To understand how he got there, you must go back to one of his most outstanding performances to this day and a critical memory for Balcarcel.
Delaware Valley High School, 2017 Mother’s Day. A young man wearing number one on his back put himself on college coaches’ radars with an incredible playoff performance. First shot: goal. Second shot: goal. Third shot: goal, Fourth, fifth, and sixth all goals. Everything Balcarcel shot found the nylon netting.
His six goals helped his high school defeat Dallas Lacrosse 9-7, after losing to them twice earlier in that season. Following the win, the varsity coach gave him the game ball, which he gave to his mother, one of his biggest supporters throughout his entire life.
Balcarcel was born in the Bronx, N.Y. to a Puerto Rican mother and a Guatemalan father. He lived on Staten Island until he was five years old when he and his family moved to Milford, Pennsylvania.

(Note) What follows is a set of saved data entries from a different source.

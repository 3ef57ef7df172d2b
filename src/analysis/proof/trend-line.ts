import { studentQuantile } from '../../kernel/stats/index.ts'
import type { TrendLine } from '../../sheet/index.ts'
import { NORMAL_95 } from '../offset/resampled-spread.ts'

const YEAR_MS = 365.2425 * 86_400_000

/** One number of one window. */
export interface TrendValue {
  /** Middle of the window, epoch ms. */
  readonly atMs: number
  readonly value: number
  /** At 95 %; NaN: not known, then windows scatter about their line by chance alone. */
  readonly halfWidth: number
}

/**
 * Straight line through the numbers of several windows, and what the last one changed.
 *
 * With errors known, each window weighs by its own, and where windows scatter about the line by more than that, the interval
 * is as much wider. Without, all weigh alike, and the scatter about the line is the error (t quantile).
 *
 * @param values  in order of time; NaN = missing, skipped.
 * @returns null where fewer than two windows have the number. `perYear` NaN-free: null with fewer than three windows.
 */
export function trendLine(quantity: string, values: readonly TrendValue[]): TrendLine | null {
  const known = values.filter(({ value }) => Number.isFinite(value))
  const last = known.at(-1)
  const before = known.at(-2)
  if (!last || !before) return null
  const step = last.value - before.value
  const stepHalf = Math.hypot(last.halfWidth, before.halfWidth)
  const slope = known.length >= 3 ? slopeOf(known) : null
  return {
    quantity,
    windows: known.length,
    perYear: slope ? slope.perYear : null,
    interval95: slope ? [slope.perYear - slope.half, slope.perYear + slope.half] : [null, null],
    beyondChance: slope !== null && Math.abs(slope.perYear) > slope.half,
    lastChange: step,
    lastChange95: Number.isNaN(stepHalf) ? [null, null] : [step - stepHalf, step + stepHalf],
    lastBeyondChance: Math.abs(step) > stepHalf,
  }
}

function slopeOf(known: readonly TrendValue[]): { perYear: number; half: number } | null {
  const hasErrors = known.every(({ halfWidth }) => halfWidth > 0)
  const weight = known.map(({ halfWidth }) => (hasErrors ? (NORMAL_95 / halfWidth) ** 2 : 1))
  const years = known.map(({ atMs }) => (atMs - known[0]!.atMs) / YEAR_MS)
  const total = weight.reduce((sum, w) => sum + w, 0)
  const mean = (of: readonly number[]): number => of.reduce((sum, x, k) => sum + weight[k]! * x, 0) / total
  const x0 = mean(years)
  const y0 = mean(known.map(({ value }) => value))
  let xx = 0
  let xy = 0
  known.forEach(({ value }, k) => {
    xx += weight[k]! * (years[k]! - x0) ** 2
    xy += weight[k]! * (years[k]! - x0) * (value - y0)
  })
  if (!(xx > 0)) return null
  const perYear = xy / xx
  const freedom = known.length - 2
  const scatter =
    known.reduce(
      (sum, { value }, k) => sum + weight[k]! * (value - y0 - perYear * (years[k]! - x0)) ** 2,
      0,
    ) / freedom
  const half = hasErrors
    ? NORMAL_95 * Math.sqrt(Math.max(1, scatter) / xx)
    : studentQuantile(0.975, freedom) * Math.sqrt(scatter / xx)
  return { perYear, half }
}
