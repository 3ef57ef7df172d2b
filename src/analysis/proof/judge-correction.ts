import { RAD_PER_DEG } from '../../kernel/angle/index.ts'
import type { CorrectionOutcome } from '../../sheet/index.ts'
import { NORMAL_95 } from '../offset/resampled-spread.ts'

/** Shares of the degrees entered that part "as entered", "in part", "not at all" and "the other way". */
const AS_ENTERED = 0.8
const IN_PART = 0.2
const HALF = 0.5
const STILL = 0.6
const QUARTER = 0.25
/** An alarm from power alone takes this many half-widths at 95 %: 99.7 %. */
const ALARM = 1.5
/** Days after a correction beyond which nobody waits for power. */
const PATIENCE_DAYS = 120
/** Days after which the heading has told, as far as it can. */
const HEADING_DAYS = 2
/** Days after which the offset has been estimated anew, as far as it is worth waiting for. */
const LOOK_AGAIN_DAYS = 14
/** Squared standard deviations by which one account must fit better than the others: 99.5 and 97.5 of 100. */
const SURE = 6.6
const LIKELY = 3.84

/** A number and its half-width at 95 %. */
export interface Measured {
  readonly value: number
  readonly half: number
}

/** A number and the ends of its interval at 95 %. */
export interface Ends {
  readonly value: number
  readonly low: number
  readonly high: number
}

export interface Evidence {
  readonly enteredDeg: number
  /** Step of the heading, clockwise positive; null: no heading to look at. */
  readonly headingDeg: Measured | null
  readonly daysBefore: number
  readonly daysAfter: number
  /** ln of the wind speed that power stands for, after less before; null: no neighbours, or too few rows. */
  readonly power: Measured | null
  /** m before; null: not to be had. */
  readonly beforeDeg: Ends | null
  /** m after less m before, by power against vane; null: not to be had. */
  readonly changeDeg: Measured | null
  readonly exponent: number
}

export interface Judgement {
  readonly outcome: CorrectionOutcome
  /** Why, in a stable word. */
  readonly code:
    | 'heading-other-way'
    | 'heading-still'
    | 'heading-in-part'
    | 'further-off'
    | 'power-lower'
    | 'power-higher'
    | 'vane-other-way'
    | 'power-same'
    | 'offset-smaller'
    | 'power-too-fine'
    | 'waiting-for-heading'
    | 'waiting-for-power'
    | 'no-evidence'
  /** More days after the correction; NaN: days will not settle it, or are not needed. */
  readonly furtherDays: number
}

/**
 * Gain, in ln of the wind speed that power stands for, of turning a rotor that stands m off by so many degrees.
 * (p / 3) [ln cos(m - turned) - ln cos(m)]; NaN beyond 90 degrees.
 */
export function gainOfTurning(standingDeg: number, turnedDeg: number, exponent: number): number {
  const cosine = (angle: number): number => Math.cos(angle * RAD_PER_DEG)
  return (exponent / 3) * (Math.log(cosine(standingDeg - turnedDeg)) - Math.log(cosine(standingDeg)))
}

/**
 * What became of a correction. The heading says whether it took hold; power says whether that helped. "Partly" is never
 * said from power alone: a gain of half the size is also what a small misalignment gives.
 */
export function judgeCorrection(evidence: Evidence): Judgement {
  const { headingDeg } = evidence
  if (!headingDeg) return byPowerAlone(evidence)
  const entered = Math.abs(evidence.enteredDeg)
  const turned = headingDeg.value * Math.sign(evidence.enteredDeg)
  const [low, high] = [turned - headingDeg.half, turned + headingDeg.half]
  if (high < -QUARTER * entered) return settled('wrong way', 'heading-other-way')
  if (high >= AS_ENTERED * entered && low > HALF * entered) return heldAsEntered(evidence, headingDeg)
  if (low > IN_PART * entered && high < AS_ENTERED * entered) return settled('partly', 'heading-in-part')
  const isStill = low <= 0 || turned < IN_PART * entered
  if (isStill && high < STILL * entered && low > -STILL * entered) {
    return settled('not taken hold', 'heading-still')
  }
  const enough = Math.max(1, HEADING_DAYS - evidence.daysAfter)
  return { outcome: 'too early', code: 'waiting-for-heading', furtherDays: enough }
}

/** The heading stepped as entered: was that the right way, and does power show it? */
function heldAsEntered(evidence: Evidence, headingDeg: Measured): Judgement {
  const { power, daysAfter } = evidence
  const expected = expectedGain(evidence, headingDeg.value)
  if (power && power.value + ALARM * power.half < 0) return settled('wrong way', 'power-lower')
  const isUp = power !== null && power.value - power.half > 0
  if (expected && expected.high < 0 && !isUp) return settled('wrong way', 'further-off')
  if (isUp) return settled('worked', 'power-higher')
  const speaks = power !== null && expected !== null && power.half < Math.abs(expected.value)
  if (speaks && power.value + power.half < expected.value) return settled('no effect seen', 'power-same')
  // Power allows the gain and cannot show it by itself: the heading, and the offset by power against vane, do.
  if (daysAfter >= LOOK_AGAIN_DAYS && expected && expected.low > 0) return settled('worked', 'offset-smaller')
  return waiting(evidence, expected)
}

/**
 * Without a heading three things may have happened: turned as entered, not turned, turned the other way. Each foretells a
 * gain, by m before, and a change of m; what is seen says how much more likely one is than another.
 */
function byPowerAlone(evidence: Evidence): Judgement {
  const { power, changeDeg, enteredDeg } = evidence
  if (!power && !changeDeg) return { outcome: 'too early', code: 'no-evidence', furtherDays: NaN }
  if (power && power.value + ALARM * power.half < 0) return settled('wrong way', 'power-lower')
  const asEntered = misfit(evidence, enteredDeg)
  const still = misfit(evidence, 0)
  const otherWay = misfit(evidence, -enteredDeg)
  if (Math.min(asEntered, still) - otherWay > SURE) return settled('wrong way', 'vane-other-way')
  const expected = expectedGain(evidence, enteredDeg)
  if (expected && expected.high < 0 && still - asEntered > SURE) return settled('wrong way', 'further-off')
  if (power && power.value - power.half > 0) return settled('worked', 'power-higher')
  if (expected && expected.low > 0 && Math.min(still, otherWay) - asEntered > LIKELY) {
    return settled('worked', 'offset-smaller')
  }
  if (Math.min(asEntered, otherWay) - still > LIKELY) return settled('no effect seen', 'power-same')
  return waiting(evidence, expected)
}

/** Squared standard deviations between what is seen and what turning by so many degrees foretells. */
function misfit(evidence: Evidence, turnedDeg: number): number {
  const { power, changeDeg } = evidence
  const expected = expectedGain(evidence, turnedDeg)
  let sum = 0
  if (power && expected) {
    const half = Math.hypot(power.half, (expected.high - expected.low) / 2)
    sum += ((power.value - expected.value) / (half / NORMAL_95)) ** 2
  }
  if (changeDeg) sum += ((changeDeg.value + turnedDeg) / (changeDeg.half / NORMAL_95)) ** 2
  return sum
}

function settled(outcome: CorrectionOutcome, code: Judgement['code']): Judgement {
  return { outcome, code, furtherDays: NaN }
}

/** Too early, with the days until power could tell the expected gain from none. */
function waiting(evidence: Evidence, expected: Ends | null): Judgement {
  const { power, daysAfter, daysBefore } = evidence
  const days =
    power && expected ? daysUntil(power.half, Math.abs(expected.value), { daysBefore, daysAfter }) : NaN
  const lookAgain = LOOK_AGAIN_DAYS - daysAfter
  if (evidence.headingDeg && lookAgain > 0) {
    const sooner = days > 0 ? Math.min(days, lookAgain) : lookAgain
    return { outcome: 'too early', code: 'waiting-for-power', furtherDays: Math.max(1, Math.ceil(sooner)) }
  }
  if (days + daysAfter <= PATIENCE_DAYS) {
    return { outcome: 'too early', code: 'waiting-for-power', furtherDays: Math.max(1, Math.ceil(days)) }
  }
  if (lookAgain > 0) {
    return { outcome: 'too early', code: 'waiting-for-power', furtherDays: Math.ceil(lookAgain) }
  }
  return { outcome: 'too early', code: power ? 'power-too-fine' : 'no-evidence', furtherDays: NaN }
}

/** Half-width falls with 1 / days before + 1 / days after. */
function daysUntil(
  half: number,
  wanted: number,
  { daysBefore, daysAfter }: { daysBefore: number; daysAfter: number },
): number {
  if (!(daysBefore > 0 && daysAfter > 0 && wanted > 0)) return NaN
  const now = 1 / daysBefore + 1 / daysAfter
  const inverse = now * (wanted / half) ** 2 - 1 / daysBefore
  return inverse > 0 ? Math.max(0, 1 / inverse - daysAfter) : Infinity
}

/** Gain of turning by so many degrees, over the interval of m before. */
export function expectedGain(
  { beforeDeg, exponent }: Pick<Evidence, 'beforeDeg' | 'exponent'>,
  turnedDeg: number,
): Ends | null {
  if (!beforeDeg) return null
  const at = (deg: number): number => gainOfTurning(deg, turnedDeg, exponent)
  const ends = [at(beforeDeg.low), at(beforeDeg.high)]
  return { value: at(beforeDeg.value), low: Math.min(...ends), high: Math.max(...ends) }
}
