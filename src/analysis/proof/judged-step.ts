import { studentQuantile } from '../../kernel/stats/index.ts'
import { stepWithinCells } from './step-within-cells.ts'

const DAY_MS = 86_400_000
const HOUR_MS = 3_600_000
/** Hours of rows below which a side says nothing. */
const LEAST_BEFORE_H = 12
const LEAST_AFTER_H = 6
/** Share of the rows after that must lie in cells seen before. */
const LEAST_SEEN = 0.5
/** Earlier dates that are tried. */
const DATES = 6
const LEAST_DAYS_BEFORE_DATE = 5

/** Epoch ms; each side is [from, to). */
export interface Sides {
  readonly beforeFromMs: number
  readonly beforeToMs: number
  readonly afterFromMs: number
  readonly afterToMs: number
}

/** What of one turbine is compared: see `stepWithinCells`. */
export interface ComparedSeries {
  readonly value: Float64Array
  readonly cell: Int32Array
}

export interface Placebo {
  readonly turbine: number
  readonly atMs: number
  /** Scaled to the days of the correction. */
  readonly step: number
}

/** A step with an interval that is at least as wide as what shows where nothing was done. */
export interface JudgedStep {
  readonly step: number
  /** At 95 %. NaN: cannot be told. */
  readonly halfWidth: number
  readonly rowsBefore: number
  readonly rowsAfter: number
  readonly daysBefore: number
  readonly daysAfter: number
  readonly placebos: readonly Placebo[]
  /** Root mean square of the placebos' steps; NaN without any. */
  readonly spread: number
}

export interface JudgedQuestion {
  readonly target: number
  /** Turbines at which nothing was changed. */
  readonly neighbours: readonly number[]
  readonly seriesOf: (turbine: number) => ComparedSeries
  readonly cells: number
  /** Calendar day of each interval. */
  readonly day: Int32Array
  readonly clock: { readonly fromMs: number; readonly intervalMs: number }
  readonly sides: Sides
  readonly atMs: number
  /** Lengths of blocks taken as independent, hours. */
  readonly blocksH: readonly number[]
}

/**
 * The step of a series at a correction. Its interval is the wider of two: what blocks of rows show, and what the same
 * comparison gives where nothing was done - at unchanged neighbours on the same date, and at all of them on earlier dates
 * with as many days after where the time before allows. Weather, drift and soiling are in the placebos; blocks miss what
 * lasts for days.
 *
 * @returns NaN where a side has too few rows.
 */
export function judgedStep(question: JudgedQuestion): JudgedStep {
  const { target, neighbours, sides, clock, atMs } = question
  const known = new Map<number, ComparedSeries>()
  const series = (turbine: number): ComparedSeries => {
    let found = known.get(turbine)
    if (!found) known.set(turbine, (found = question.seriesOf(turbine)))
    return found
  }
  const blocks = question.blocksH.map((hours) =>
    Math.max(1, Math.round((hours * HOUR_MS) / clock.intervalMs)),
  )
  const stepOf = (turbine: number, at: Sides) => {
    const side = sideOf(question.day.length, clock, at)
    const answer = stepWithinCells({ ...series(turbine), cells: question.cells, side, blocks })
    const hours = (rows: number): number => (rows * clock.intervalMs) / HOUR_MS
    const enough =
      hours(answer.rowsBefore) >= LEAST_BEFORE_H &&
      hours(answer.rowsAfter) >= LEAST_AFTER_H &&
      answer.seenShare >= LEAST_SEEN
    return { ...answer, step: enough ? answer.step : NaN, side }
  }
  const own = stepOf(target, sides)
  const counts = {
    rowsBefore: own.rowsBefore,
    rowsAfter: own.rowsAfter,
    daysBefore: daysOf(own.side, -1, question.day, series(target)),
    daysAfter: daysOf(own.side, 1, question.day, series(target)),
  }
  if (Number.isNaN(own.step)) {
    return { step: NaN, halfWidth: NaN, ...counts, placebos: [], spread: NaN }
  }

  const placebos: Placebo[] = []
  let freedom = 0
  const tryAt = (turbines: readonly number[], at: Sides, dateMs: number): void => {
    const scale = Math.sqrt(varianceOf(sides) / varianceOf(at))
    let tried = 0
    for (const turbine of turbines) {
      const { step } = stepOf(turbine, at)
      if (Number.isNaN(step)) continue
      placebos.push({ turbine, atMs: dateMs, step: step * scale })
      tried++
    }
    // Neighbours are compared with each other, so that what they show at one date adds up to nothing.
    freedom += Math.max(0, tried - 1)
  }
  if (neighbours.length >= 2) tryAt(neighbours, sides, atMs)
  for (const date of earlierDates(sides, atMs)) tryAt([target, ...neighbours], date.sides, date.atMs)

  const spread = Math.sqrt(placebos.reduce((sum, { step }) => sum + step * step, 0) / placebos.length)
  const byPlacebo = freedom > 0 ? studentQuantile(0.975, freedom) * spread : NaN
  const halfWidth = byPlacebo >= own.halfWidth || Number.isNaN(own.halfWidth) ? byPlacebo : own.halfWidth
  return { step: own.step, halfWidth, ...counts, placebos, spread }
}

/** -1 before, 1 after, 0 neither. */
export function sideOf(
  length: number,
  clock: { readonly fromMs: number; readonly intervalMs: number },
  sides: Sides,
): Int8Array {
  const side = new Int8Array(length)
  for (let t = 0; t < length; t++) {
    const ms = clock.fromMs + t * clock.intervalMs
    if (ms >= sides.beforeFromMs && ms < sides.beforeToMs) side[t] = -1
    else if (ms >= sides.afterFromMs && ms < sides.afterToMs) side[t] = 1
  }
  return side
}

function daysOf(side: Int8Array, which: number, day: Int32Array, { value, cell }: ComparedSeries): number {
  const days = new Set<number>()
  for (let t = 0; t < side.length; t++) {
    if (side[t] === which && cell[t]! >= 0 && !Number.isNaN(value[t]!)) days.add(day[t]!)
  }
  return days.size
}

/** As far as days are independent and alike: 1 / days before + 1 / days after. */
function varianceOf({ beforeFromMs, beforeToMs, afterFromMs, afterToMs }: Sides): number {
  return DAY_MS / (beforeToMs - beforeFromMs) + DAY_MS / (afterToMs - afterFromMs)
}

/** Dates before the correction with as much time after them as it has, or half the time before where that is less. */
function earlierDates(sides: Sides, atMs: number): { atMs: number; sides: Sides }[] {
  const before = atMs - sides.beforeFromMs
  const gap = atMs - sides.beforeToMs
  const after = Math.min(sides.afterToMs - atMs, before / 2)
  const dates: { atMs: number; sides: Sides }[] = []
  for (let k = 1; k <= DATES; k++) {
    const dateMs = atMs - k * after
    if (dateMs - sides.beforeFromMs < Math.max(after - 1, LEAST_DAYS_BEFORE_DATE * DAY_MS)) break
    if (!(after > 3 * gap)) break
    dates.push({
      atMs: dateMs,
      sides: {
        beforeFromMs: sides.beforeFromMs,
        beforeToMs: dateMs - gap,
        afterFromMs: dateMs + gap,
        afterToMs: Math.min(dateMs + after, sides.beforeToMs),
      },
    })
  }
  return dates
}
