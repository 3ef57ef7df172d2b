import { medianOf } from '../../kernel/stats/index.ts'
import type { TurbineFrame } from '../../frame/index.ts'
import { onGrid, type GridChannel } from '../neighbours/farm-grid.ts'
import { curveBothWays, type CurveBothWays } from './implied-speed.ts'
import { judgedStep, sideOf, type JudgedStep } from './judged-step.ts'
import { sectorsOf, type ProofFarm, type ProofQuestion } from './proof-farm.ts'
import { stepWithinCells } from './step-within-cells.ts'

/** Sectors with levels of their own, degrees: wakes are narrow. On simulated farms 10 did better than 5, 15 and 30. */
const SECTOR_DEG = 10
const SECTORS = 360 / SECTOR_DEG
/** Sectors as they are told, degrees. */
const SHOWN_DEG = 30
/** Bins of the neighbours' wind speed, m/s. */
const SPEED_BIN_MS = 2
const SPEED_BINS = 10
/** Blocks of days, as the offset's own interval has them. */
const BLOCKS_H = [24, 48, 96] as const
/** From the ends of the range of wind speeds: there the neighbours' wind and the turbine's own differ in what they select. */
const EDGE_MS = 0.3

/** Power after a correction against power before, in the wind that unchanged neighbours show. */
export interface PowerAnswer {
  /** In ln of the wind speed that the power stands for: a yaw error of g takes (p / 3) ln cos(g), at any wind speed. */
  readonly step: JudgedStep
  /** Percent of energy that a step of ln wind speed is worth over the rows after. */
  pctOf(step: number): number
  readonly bySector: readonly { fromDeg: number; toDeg: number; step: number; rows: number }[]
  readonly byWindSpeed: readonly { fromMs: number; toMs: number; step: number; rows: number }[]
}

/**
 * Compares a turbine's power with that of unchanged neighbours before and after. Power is turned into the wind speed that
 * it stands for by each turbine's own measured curve, so that rows of all speeds weigh alike and no anemometer takes part
 * but in the curve. Rows are picked by the neighbours' wind alone, never by the turbine's own power; each sector and wind
 * speed has a level of its own, so that wakes and terrain cancel.
 *
 * @returns null where no neighbour, no curve or too few rows are there.
 */
export function powerAfterCorrection(farm: ProofFarm, question: ProofQuestion): PowerAnswer | null {
  const { grid, clock } = farm
  const { neighbours, target, sides } = question
  const own = grid.turbines[target]!
  const curve = curveBothWays(own.curve)
  if (!curve || neighbours.length === 0) return null
  const sector = sectorsOf(farm.direction, SECTOR_DEG)
  const wind = impliedWind(farm, [target, ...neighbours])
  const level = levelsBySector(wind, neighbours, sector)
  const lowest = own.windMinMs + EDGE_MS
  const highest = own.windMaxMs - EDGE_MS
  const seriesOf = (i: number) => {
    const value = new Float64Array(grid.length).fill(NaN)
    const cell = new Int32Array(grid.length).fill(-1)
    for (let t = 0; t < grid.length; t++) {
      if (sector[t]! < 0 || Number.isNaN(wind[i]![t]!)) continue
      const around = meanOfOthers(wind, neighbours, { i, t, s: sector[t]!, level })
      const speed = Math.exp(around)
      if (!(speed >= lowest && speed <= highest)) continue
      value[t] = wind[i]![t]! - around
      cell[t] = sector[t]! * SPEED_BINS + Math.min(SPEED_BINS - 1, Math.floor(speed / SPEED_BIN_MS))
    }
    return { value, cell }
  }
  const step = judgedStep({
    ...question,
    cells: SECTORS * SPEED_BINS,
    day: grid.day,
    clock,
    blocksH: BLOCKS_H,
    seriesOf,
  })
  if (Number.isNaN(step.step)) return null
  const mine = seriesOf(target)
  const side = sideOf(grid.length, clock, sides)
  const after: number[] = []
  for (let t = 0; t < grid.length; t++) {
    if (side[t]! > 0 && mine.cell[t]! >= 0) after.push(Math.exp(wind[target]![t]!))
  }
  const part = (wanted: (cell: number) => boolean) => {
    const cell = mine.cell.map((c) => (c >= 0 && wanted(c) ? c : -1))
    const found = stepWithinCells({ ...mine, cell, cells: SECTORS * SPEED_BINS, side, blocks: [] })
    return { step: found.step, rows: found.rowsBefore + found.rowsAfter }
  }
  return {
    step,
    pctOf: (value) => gainPct(after, curve, value),
    bySector: Array.from({ length: 360 / SHOWN_DEG }, (_, s) => ({
      fromDeg: s * SHOWN_DEG,
      toDeg: (s + 1) * SHOWN_DEG,
      ...part((c) => Math.floor((Math.floor(c / SPEED_BINS) * SECTOR_DEG) / SHOWN_DEG) === s),
    })).filter(({ rows }) => rows > 0),
    byWindSpeed: Array.from({ length: SPEED_BINS }, (_, b) => ({
      fromMs: b * SPEED_BIN_MS,
      toMs: (b + 1) * SPEED_BIN_MS,
      ...part((c) => c % SPEED_BINS === b),
    })).filter(({ rows }) => rows > 0),
  }
}

/** Percent more energy than in the same wind without the step. */
function gainPct(speedsMs: readonly number[], curve: CurveBothWays, step: number): number {
  let made = 0
  let without = 0
  for (const speed of speedsMs) {
    made += curve.power(speed)
    without += curve.power(speed * Math.exp(-step))
  }
  return 100 * (made / without - 1)
}

/** ln of the wind speed that the power stands for, of rows that run unlimited between rows that run, [i][t]. */
function impliedWind(farm: ProofFarm, turbines: readonly number[]): GridChannel {
  const curves = farm.grid.turbines.map((turbine, i) =>
    turbines.includes(i) ? curveBothWays(turbine.curve) : null,
  )
  const index = new Map(farm.grid.turbines.map((turbine, i) => [turbine, i]))
  return onGrid(farm.grid, (turbine, row) => {
    const curve = curves[index.get(turbine)!]
    return curve && runsThrough(turbine, row) ? Math.log(curve.speed(turbine.power[row]!)) : NaN
  })
}

function runsThrough(turbine: TurbineFrame, row: number): boolean {
  const before = row > 0 ? turbine.running[row - 1]! : 1
  const after = turbine.running[row + 1] ?? 1
  return turbine.running[row] === 1 && turbine.limited[row] === 0 && before === 1 && after === 1
}

/** Level of each neighbour in each sector against the median of all of them, so that it may be missing at times: [i][sector]. */
function levelsBySector(
  wind: GridChannel,
  neighbours: readonly number[],
  sector: Int32Array,
): Float64Array[] {
  const levels = wind.map(() => new Float64Array(SECTORS))
  const sum = wind.map(() => new Float64Array(SECTORS))
  const count = wind.map(() => new Float64Array(SECTORS))
  for (let t = 0; t < sector.length; t++) {
    if (sector[t]! < 0) continue
    const shown = neighbours.filter((j) => !Number.isNaN(wind[j]![t]!))
    if (shown.length < 2) continue
    const centre = medianOf(shown.map((j) => wind[j]![t]!))
    for (const j of shown) {
      sum[j]![sector[t]!]! += wind[j]![t]! - centre
      count[j]![sector[t]!]!++
    }
  }
  for (const j of neighbours) {
    for (let s = 0; s < SECTORS; s++) levels[j]![s] = count[j]![s]! > 0 ? sum[j]![s]! / count[j]![s]! : 0
  }
  return levels
}

function meanOfOthers(
  wind: GridChannel,
  neighbours: readonly number[],
  { i, t, s, level }: { i: number; t: number; s: number; level: readonly Float64Array[] },
): number {
  let sum = 0
  let count = 0
  for (const j of neighbours) {
    const value = wind[j]![t]!
    if (j === i || Number.isNaN(value)) continue
    sum += value - level[j]![s]!
    count++
  }
  return count > 0 ? sum / count : NaN
}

Balcarcel grew up in a baseball family as his parents played in co-ed softball leagues; his twin sisters played softball in high school, and his brother played baseball his entire life, including a year at the collegiate level. Balcarcel also played baseball his whole life– basketball, football, and swimming, too– until he had to pick between those and lacrosse in August of 2017 as their seasons coincided during the spring.
However, Barcarcel didn’t start playing lacrosse until he was in the sixth grade, fairly late compared to others according to him. His sixth-grade friends are the reason he started playing the sport because they dragged him in.
“As soon as I started, man, I fell in love with it. It was unlike any other sport,” said Balcarcel “And just that competitive aspect was more than any other sport I played, so I stuck with it.”.
Three years later, he found himself as a starting attacker on the varsity lacrosse team at Delaware Valley High School. That year he played in 21 games, scored 57 goals– including the six in the playoff game– and had 21 assists for a total of 78 points.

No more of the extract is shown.